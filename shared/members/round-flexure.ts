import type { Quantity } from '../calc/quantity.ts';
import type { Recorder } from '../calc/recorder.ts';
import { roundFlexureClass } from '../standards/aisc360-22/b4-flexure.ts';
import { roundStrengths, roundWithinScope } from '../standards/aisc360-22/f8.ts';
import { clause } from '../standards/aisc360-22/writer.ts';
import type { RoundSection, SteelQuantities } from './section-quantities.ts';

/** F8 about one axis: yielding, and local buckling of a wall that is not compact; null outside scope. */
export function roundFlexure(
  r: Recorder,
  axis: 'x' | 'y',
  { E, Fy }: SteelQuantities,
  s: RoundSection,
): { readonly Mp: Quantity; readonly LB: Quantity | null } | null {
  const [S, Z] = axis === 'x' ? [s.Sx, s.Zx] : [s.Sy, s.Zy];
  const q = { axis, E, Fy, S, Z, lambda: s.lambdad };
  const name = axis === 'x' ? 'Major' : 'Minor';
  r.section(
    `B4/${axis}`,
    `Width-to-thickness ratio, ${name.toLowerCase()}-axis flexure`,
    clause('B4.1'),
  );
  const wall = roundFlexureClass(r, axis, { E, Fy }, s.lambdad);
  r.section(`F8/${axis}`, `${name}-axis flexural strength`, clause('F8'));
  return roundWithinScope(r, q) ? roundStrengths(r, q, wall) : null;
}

═══

What you should do:
Repeat the lines above with every word intact.

Response box:
filename shared/members/round-flexure.ts
import type { Quantity } from '../calc/quantity.ts';
import type { Recorder } from '../calc/recorder.ts';
import { roundFlexureClass } from '../standards/aisc360-22/b4-flexure.ts';
import { roundStrengths, roundWithinScope } from '../standards/aisc360-22/f8.ts';
import { clause } from '../standards/aisc360-22/writer.ts';
import type { RoundSection, SteelQuantities } from './section-quantities.ts';

/** F8 about one axis: yielding, and local buckling of a wall that is not compact; null outside scope. */
export function roundFlexure(
  r: Recorder,
  axis: 'x' | 'y',
  { E, Fy }: SteelQuantities,
  s: RoundSection,
): { readonly Mp: Quantity; readonly LB: Quantity | null } | null {
  const [S, Z] = axis === 'x' ? [s.Sx, s.Zx] : [s.Sy, s.Zy];
  const q = { axis, E, Fy, S, Z, lambda: s.lambdad };
  const name = axis === 'x' ? 'Major' : 'Minor';
  r.section(
    `B4/${axis}`,
    `Width-to-thickness ratio, ${name.toLowerCase()}-axis flexure`,
    clause('B4.1'),
  );
  const wall = roundFlexureClass(r, axis, { E, Fy }, s.lambdad);
  r.section(`F8/${axis}`, `${name}-axis flexural strength`, clause('F8'));
  return roundWithinScope(r, q) ? roundStrengths(r, q, wall) : null;
}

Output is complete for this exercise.